Für Entwicklungen und Lösungsansätze in der Pflege interessierten sich: (Von links) Günter Sänger (Diakonie ambulant), Lioba Stecker, Claudia Morschel (Teamleiterinnen der katholischen Sozialämter in Villingen und Schwenningen), Matthias Möhring-Hesse, Friederike Schlachter (Pflegedienstleitung Franziskusheim) und Anja Lüders (Leiterin Frauen Regionalsekretariat der KAB).
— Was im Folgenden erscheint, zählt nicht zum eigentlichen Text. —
// SPDX-License-Identifier: GPL-2.0-or-later
#include <catch2/catch.hpp>
#include <functional>
#include <utility>

#include "deviascope/core/error.h"
#include "deviascope/ensemble/memory_sink.h"
#include "deviascope/ensemble/sampler.h"
#include "same_chain.h"
#include "test_targets.h"

using namespace deviascope;
using namespace deviascope::test;

namespace {

EnsembleOptions in_small_blocks() {
    EnsembleOptions options;
    options.seed = 20260817;
    options.replicates = 3;
    options.effective_draws = 2000;
    options.max_steps = 3000;
    options.rows_per_block = 2;
    return options;
}

/// What was stored when `n_blocks` blocks were.
StoredRun first_part(const MemorySink& sink, std::size_t n_blocks) {
    StoredRun stored;
    stored.warm_up = sink.kept_warm_up;
    stored.state = sink.states[n_blocks - 1];
    stored.draws = sink.draws;
    stored.draws.n_rows = 0;
    for (std::size_t block = 0; block < n_blocks; ++block)
        stored.draws.n_rows += sink.block_rows[block];
    const auto n_points = static_cast<std::size_t>(
        stored.draws.n_rows * stored.draws.n_replicates * stored.draws.n_walkers);
    stored.draws.value.resize(n_points * static_cast<std::size_t>(stored.draws.n_parameters));
    stored.draws.log_posterior.resize(n_points);
    stored.draws.log_likelihood.resize(n_points);
    return stored;
}

/// Rows of the first part and of a sink, together.
Draws joined(Draws first, const Draws& second) {
    const auto add = [](auto& to, const auto& from) {
        to.insert(to.end(), from.begin(), from.end());
    };
    first.n_rows += second.n_rows;
    add(first.value, second.value);
    add(first.log_posterior, second.log_posterior);
    add(first.log_likelihood, second.log_likelihood);
    return first;
}

void check_resumed_everywhere(const Target& target, EnsembleOptions options) {
    MemorySink whole;
    const Outcome outcome = sample(target, options, whole);
    REQUIRE(whole.states.size() >= 12);
    for (std::size_t n_blocks = 1; n_blocks <= whole.states.size(); ++n_blocks) {
        CAPTURE(n_blocks);
        options.threads = 1 + static_cast<int>(n_blocks % 3);
        options.rows_per_block = n_blocks % 2 == 0 ? 0 : 5;
        StoredRun stored = first_part(whole, n_blocks);
        const Draws before = stored.draws;
        MemorySink rest;
        CHECK(same(resume_sampling(target, options, std::move(stored), rest), outcome));
        CHECK(rest.n_warm_ups == 0);
        CHECK(same(joined(before, rest.draws), whole.draws));
        CHECK((rest.states.empty() || same(rest.states.back(), whole.states.back())));
    }
}

/// The Gaussian that a target offers.
CoordinateGaussian offered() {
    return {Eigen::Vector3d(0.1, -0.2, 0.3), Eigen::Matrix3d::Identity() * 1.5};
}

}  // namespace

TEST_CASE("a run taken up after any block ends as one that never stopped", "[ensemble]") {
    check_resumed_everywhere(VectorTarget(), in_small_blocks());
}

TEST_CASE("a run with the independence kernel is taken up as well", "[ensemble]") {
    const ChainGaussian plainly(3);
    check_resumed_everywhere(Approximated(plainly, offered()), in_small_blocks());
}

TEST_CASE("a run that is cut at max_steps is taken up to that end, between rows too",
          "[ensemble]") {
    EnsembleOptions options = in_small_blocks();
    options.effective_draws = 1e9;
    options.max_steps = 600;
    options.store_every = 7;
    check_resumed_everywhere(ChainGaussian(3), options);
}

TEST_CASE("the Gaussian a target offers is fixed with the warm-up", "[ensemble]") {
    const ChainGaussian plainly(3);
    const Approximated target(plainly, offered());
    MemorySink sink;
    sample(target, in_small_blocks(), sink);
    REQUIRE(sink.kept_warm_up.approximation.has_value());
    CHECK(sink.kept_warm_up.approximation->mean == target.approximation()->mean);
    CHECK(sink.kept_warm_up.approximation->factor == target.approximation()->factor);
    MemorySink plain;
    sample(VectorTarget(), in_small_blocks(), plain);
    CHECK_FALSE(plain.kept_warm_up.approximation.has_value());
}

TEST_CASE("a stored run that does not fit the job is an input error", "[ensemble]") {
    const VectorTarget target;
    const EnsembleOptions options = in_small_blocks();
    MemorySink whole, rest;
    sample(target, options, whole);
    const auto resumed = [&](const std::function<void(StoredRun&)>& spoil) {
        StoredRun stored = first_part(whole, 2);
        spoil(stored);
        return resume_sampling(target, options, std::move(stored), rest);
    };
    CHECK_THROWS_WITH(resumed([](StoredRun& s) { s.draws.n_walkers = 30; }),
                      Catch::Contains("replicates and walkers"));
    CHECK_THROWS_WITH(resumed([](StoredRun& s) { s.draws.n_parameters = 4; }),
                      Catch::Contains("parameters"));
    CHECK_THROWS_WITH(resumed([](StoredRun& s) { s.state.coordinates.pop_back(); }),
                      Catch::Contains("state"));
    CHECK_THROWS_WITH(resumed([](StoredRun& s) { s.state.step += 1000; }),
                      Catch::Contains("as many as its steps make"));
    CHECK_THROWS_WITH(resumed([](StoredRun& s) { s.warm_up.store_every = 0; }),
                      Catch::Contains("as many as its steps make"));
    CHECK_THROWS_AS(resumed([](StoredRun& s) {
                        s.warm_up.approximation = CoordinateGaussian{
                            Eigen::Vector2d::Zero(), Eigen::Matrix2d::Identity()};
                    }),
                    InputError);
    CHECK(rest.states.empty());
}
Foto: Bombardi Foto: Schwarzwälder-Bote

Tübinger Sozialethiker Möhring-Hesse fordert mehr Geld für diesen Bereich / Ausstellung im Franziskusheim

Von Rainer Bombardi

VS-Schwenningen. "Wer gut pflegen möchte, muss dafür sorgen, dass gute Pflege gearbeitet werden kann", lautete der Slogan, der sich wie ein roter Faden durch einen Impulsvortrag des katholischen Theologen Matthias Möring-Hesse zog.

Der Tübinger Sozialethiker und Lehrstuhlinhaber bereicherte die Vernissage der Ausstellung "Pflege tut Not", die im Foyer des Franziskusheims noch bis Sonntag, 11. Oktober, zu sehen ist. Darin zeigen Pflegekräfte aus dem Schwarzwald-Baar Kreis Missstände in ihrem Beruf auf, vor welchen die Bevölkerung gerne die Augen verschließe, sei es aus Ignoranz oder der Angst, von anderen abhängig zu sein. Möhring-Hesse bezeichnete Pflege als ein Thema, das dem Eingeständnis gleichkomme, von anderen abhängig zu sein. Die gesellschaftliche Akzeptanz der Pflege limitiere sich auf die Zeit nach er Geburt und auf das hohe Alter, skizzierte der Hochschulprofessor das Dilemma eines Berufsbildes, das alle Zwischenstufen ausblende und dessen Bedarf kontinuierlich wachse. Im Alltag auf andere angewiesen zu sein, werde abgelehnt und bringe den Beruf in eine Schieflage.

"Wir müssen wieder in die Realität zurückfinden", forderte Möhring-Hesse die wachsenden Ansprüche und den wachsenden Bedarf an eine gute Pflege konstruktiv zu unterstützen. Doch die Schere zwischen Anspruch, Bedürfnissen und der Unfähigkeit, diese in der Gesellschaft umzusetzen, werde immer größer. Gute Pflege erfordere gut ausgebildete Pfleger, denen in einem anerkannten Berufsbild bei auskömmlichem Einkommen die Chance gegeben werde, sich optimal einzusetzen. Die Wirklichkeit verlaufe anders, bezeichnete Möhring-Hesse den Mangel an Pflegekräften als ein Handicap.

Parallel finde eine Entwicklung statt, welche die eigentliche Pflegearbeit zu Gunsten eines steigenden Verwaltungsaufwands und bürokratischen Vorschriften zurückdränge. Der ständig wachsende Pflegebedarf werde vor allem mit Teilzeitarbeitskräften, Aushilfen und Praktikanten gelöst, was sich in einem krassen Widerspruch zu einem vielfach beklagen Fachkräftemangel befinde. Eine nachhaltige Tätigkeit in der Pflege erfordere die Möglichkeit, sich ständig fortzubilden und das Anforderungsprofil zu stärken. "Wer den gewachsenen Ansprüchen genügen möchte, muss das dafür verfügbare Geld in die Pflege und nicht in die Verwaltung stecken", forderte Möhring-Hesse.

Er sieht viele Pflegekräfte am Limit ihrer Belastbarkeit, was wiederum zu einem inneren Ausstieg führe und den Fachkräftemangel zusätzlich erhöhe. Der Wettbewerb steigere im Gegensatz zum Bereich der Erzieher zusätzlich die Konkurrenz unter den Pflegediensten. Die Kostenträger vermitteln in ihrer Marktstrategie, dass "Pflege jeder kann" und heizen so die Unzufriedenheit weiter an. Den Pflegediensten riet Matthias Möhring-Hesse mit einheitlicher Stimme, die vom Sozialstaat unglücklich ausgerichteten Steuerungselemente wieder in Richtung einer guten und bezahlbaren Pflege zu lenken.

Organisatorin der Veranstaltung waren das Franziskusheim und die katholische Arbeitnehmerbewegung (KAB), welche Regionalsekretärin Anja Lüders als eine Bewegung für soziale Gerechtigkeit beschrieb.